22 Benaja, de zoon van Jojada, de zoon eens dapperen mans van Kabzeel, was groot van daden; hij versloeg twee sterke leeuwen van Moab; ook ging hij af, en versloeg een leeuw in het midden des kuils, in den sneeuwtijd.
Banaïas, fils de Joïada, fils d’un homme vaillant et riche en exploits, de Cabséel. Il frappa les deux ariels de Moab. Il descendit et frappa le lion au milieu de la citerne un jour de neige.
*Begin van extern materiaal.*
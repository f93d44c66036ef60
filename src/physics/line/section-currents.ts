import type { Elements } from './section-elements.js';
import type { Run } from './section-mesh.js';
import type { FaceWeights } from './wheeler.js';

/**
 * Face weights of a section from the charge of the strip in air, which is distributed as the current of the line:
 * ∫J² ds/I² over each face, 1/m.
 */
export function faceWeightsOf(strip: readonly Run[], e: Elements, density: Float64Array): FaceWeights {
  const square = { underside: 0, edges: 0, top: 0 };
  let total = 0;
  let i = 0;
  for (const { part, nodes } of strip)
    for (let k = 0; k + 1 < nodes.length; k++, i++) {
      const charge = 2 * density[i] * e.length[i];
      if (part.kind === 'strip') square[part.face] += charge * density[i] * e.peaking[i];
      total += charge;
    }
  const per = 1 / (total * total);
  return {
    underside: square.underside * per,
    top: square.top * per,
    edges: square.edges * per,
    ground: groundSquare(e, density) * per,
  };
}

/**
 * ∫J² of the ground. A line current at height z leaves (1/π) z/(y² + z²) there, and two such shapes overlap as one of the
 * summed heights: the double sum needs no integration. Elements by two Gauss points.
 */
export function groundSquare(e: Elements, density: Float64Array): number {
  const n = density.length;
  const [y, z, q] = [new Float64Array(2 * n), new Float64Array(2 * n), new Float64Array(2 * n)];
  for (let i = 0; i < n; i++)
    for (const side of [0, 1]) {
      const at = (e.length[i] / 2) * (1 + (2 * side - 1) / Math.sqrt(3));
      y[2 * i + side] = e.y[i] + at * e.uy[i];
      z[2 * i + side] = e.z[i] + at * e.uz[i];
      q[2 * i + side] = (density[i] * e.length[i]) / 2;
    }
  let sum = 0;
  for (let i = 0; i < 2 * n; i++)
    for (let j = 0; j < 2 * n; j++) {
      const a = z[i] + z[j];
      sum += q[i] * q[j] * a * (1 / ((y[i] - y[j]) ** 2 + a * a) + 1 / ((y[i] + y[j]) ** 2 + a * a));
    }
  return (2 * sum) / Math.PI;
}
23 Hij versloeg ook een Egyptischen man, een man van grote lengte, van vijf ellen; en die Egyptenaar had een spies in de hand, als een weversboom; maar hij ging tot hem af met een staf, en rukte de spies uit de hand des Egyptenaars, en hij doodde hem met zijn eigen spies.
Il frappa un Egyptien d’une stature de cinq coudées; et dans la main de l’Egyptien, il y avait une lance semblable à une ensouple de tisserand. Il descendit vers lui avec un bâton, et il arracha la lance de la main de l’Egyptien et le frappa de sa propre lance.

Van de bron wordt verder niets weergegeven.